Architecture of the CNL-driven CALL system. The arrows indicate which upper layer components make use of the lower layer components. (Source: [1])

From a CNL perspective as well as the language learning perspective, the actual templates for the exercises may be of interest. For instance, when a learner is learning about pluralising nouns and their associated verb, the system uses the following two templates for the questions and answers:

Q: <prefixSG+stem> <SGSC+VerbRoot+FV>
A: <prefixPL+stem> <PLSC+VerbRoot+FV>
Q: <prefixSG+stem> <SGSC+VerbRoot+FV> <prefixSG+stem>
A: <prefixPL+stem> <PLSC+VerbRoot+FV> <prefixPL+stem>

The answers can be generated automatically with the algorithms that generate the plural noun (from ‘prefixSG’ to ‘prefixPL’) and add the plural subject concord (from ‘SGSC’ to ‘PLSC’, in agreement with ‘prefixPL’), which were developed as part of the GeNI project on ontology verbalization.
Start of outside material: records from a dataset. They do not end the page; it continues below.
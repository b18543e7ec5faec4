"""The look at one sheet's part: extents and what is rare in it."""

import re
from collections.abc import Iterator

import pytest
from hypothesis import given
from hypothesis import strategies as st

from instruments.workbook.plain import BrokenXml, rewritten
from instruments.workbook.sheet_look import (
    MAX_BLOCK,
    Edit,
    Looks,
    NotPlain,
    SheetLook,
    altered,
    blocks,
    first_misfit,
    look,
    one_of,
    runs_of,
    text_of,
)
from tests.instruments.workbook.packages import MAIN, worksheet

TINY = {"dense": 1_000, "room": 100_000}


def cut(part: str | bytes, size: int = 1 << 20) -> Iterator[bytes]:
    data = part.encode() if isinstance(part, str) else part
    return (data[at : at + size] for at in range(0, len(data), size))


def seen(rows: str, looks: Looks | None = None, *, before: str = "", after: str = "", size: int = 1 << 20) -> SheetLook:
    return look(cut(worksheet(rows, before=before, after=after), size), looks or Looks(), **TINY)


@pytest.mark.parametrize("size", [1, 3, 11, 64, 1 << 20])
@pytest.mark.parametrize(
    ("rows", "kinds"),
    [
        ("", "head rows tail"),
        ('<row r="1"/>', "head rows tail"),
        ('<row r="1"><c r="A1"><v>1</v></c></row><row r="2"/><row r="4"><c r="B4"><v>2</v></c></row>', None),
    ],
)
def test_blocks_are_the_part_again_and_whole_rows(rows: str, kinds: str | None, size: int) -> None:
    part = worksheet(rows, before="<cols/>", after="<mergeCells/>")
    found = list(blocks(cut(part, size)))
    assert b"".join(text for _, text in found).decode() == part
    if kinds:
        assert " ".join(kind for kind, _ in found) == kinds
    for kind, text in found:
        if kind == "rows" and text:
            assert text.startswith(b"<row ")
            assert text.endswith((b"</row>", b"/>"))


@pytest.mark.parametrize("data", ["<sheetData/>", "<sheetData />", ""])
def test_a_sheet_without_rows(data: str) -> None:
    part = f'<worksheet xmlns="{MAIN}"><cols><col min="2" max="3" hidden="1"/></cols>{data}</worksheet>'
    assert look(cut(part), Looks(), **TINY) == SheetLook(hidden_columns={1, 2})


@pytest.mark.parametrize(
    "part",
    [
        pytest.param(worksheet("").replace("<worksheet", "<!-- --><worksheet"), id="comment before"),
        pytest.param(worksheet("<!-- -->"), id="comment"),
        pytest.param(worksheet('<row r="1"><c r="A1" t="str"><v><![CDATA[a]]></v></c></row>'), id="CDATA"),
        pytest.param(worksheet('<row r="1"><?x y?></row>'), id="instruction"),
        pytest.param(worksheet("<row r='1'/>"), id="single quotes in a row"),
        pytest.param(worksheet('<row r="1"><c r="A1" t=\'e\'><v>#REF!</v></c></row>'), id="single quotes in a cell"),
        pytest.param(worksheet('<row r="1"><c r="A1" t = "e"><v>#REF!</v></c></row>'), id="blanks round ="),
        pytest.param(worksheet('<row r="1"><c t="e" r="A1"><v>#REF!</v></c></row>'), id="address last"),
        pytest.param(worksheet('<row r="1"><c><v>1</v></c></row>'), id="cell without address"),
        pytest.param(worksheet("<row><c/></row>"), id="row without number"),
        pytest.param(worksheet('<row r="1"><c r="a1"><v>1</v></c></row>'), id="small letters"),
        pytest.param(worksheet('<row r="01"><c r="A1"><v>1</v></c></row>'), id="leading zero"),
        pytest.param(worksheet('<row\nr="1"/>'), id="line end in a tag"),
        pytest.param(worksheet('<row r="1"><c r="A1" x="a>b" t="e"><v>#REF!</v></c></row>'), id="> in an attribute"),
        pytest.param(worksheet("").replace("</sheetData>", "</sheetData >"), id="blank in an end tag"),
        pytest.param(worksheet("").replace("worksheet", "x:worksheet"), id="prefix"),
        pytest.param(worksheet("").replace("xmlns:r=", f'xmlns:x="{MAIN}" xmlns:r='), id="prefix for later"),
        pytest.param(worksheet("").encode("utf-16"), id="UTF-16"),
        pytest.param(worksheet('<row r="1"/>').partition("</sheetData>")[0], id="cut short"),
    ],
)
def test_what_is_spelt_otherwise_is_noticed(part: str | bytes) -> None:
    with pytest.raises(NotPlain):
        look(cut(part), Looks(), **TINY)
This can then be checked against what the learner has typed. For instance, a generated question could be umfowethu usula inkomishi and the correct answer generated (to check the learner’s response against) is abafowethu basula izinkomishi. Another example is generation of the negation from the positive, or, vv.; e.g.:

Q: <PLSC+VerbRoot+FV>
A: <PLNEGSC+VerbRoot+NEGFV>

For instance, the question may present batotoba and the correct answer is then abatotobi. In total, there are six different types of sentences, with two double, like the plural above, hence a total of 16 templates. It is not a lot, but it turned out it is one of the very few attempts to use a CNL in such way: there is one paper that also will be presented at CNL’18 in the same session [4], and an earlier one [5] uses a fancy grammar system (that we don’t have yet computationally for isiZulu). This is not to be misunderstood as that this is one of the first CNL/NLG-based system for computer-assisted language learning—e.g., there’s assistance in essay writing, grammar concept question generation, reading understanding question generation—but curiously very little on CNLs or NLG for the standard entry-level type of questions to learn the grammar. Perhaps the latter is considered ‘boring’ for English by now, given all the resources. However, thousands of students take introduction courses in isiZulu each year, and some automation can alleviate the pressure of routine activities from the lecturers. We have done some evaluations with learners—with encouraging results—and plan to do some more, so that it may eventually transition to actual use in the courses; that is: TBC…

 

References

[1] Gilbert, N., Keet, C.M. Automating question generation and marking of language learning exercises for isiZulu. 6th International Workshop on Controlled Natural language (CNL’18). IOS Press. Co. Kildare, Ireland, 27-28 August 2018. (in print)

[2] Keet, C.M., Khumalo, L. Toward a knowledge-to-text controlled natural language of isiZulu. Language Resources and Evaluation, 2017, 51(1): 131-157.

[3] Keet, C.M. Xakaza, M., Khumalo, L. Verbalising OWL ontologies in isiZulu with Python. The Semantic Web: ESWC 2017 Satellite Events, Blomqvist, E. et al. (eds.). Springer LNCS vol. 10577, 59-64.

[4] Lange, H., Ljunglof, P. Putting control into language learning. 6th International Workshop on Controlled Natural language (CNL’18). IOS Press. Co. Kildare, Ireland, 27-28 August 2018. (in print)

[5] Gardent, C., Perez-Beltrachini, L. Using FB-LTAG Derivation Trees to Generate Transformation-Based Grammar Exercises. Proc. of TAG+11, Sep 2012, Paris, France. pp117-125, 2012.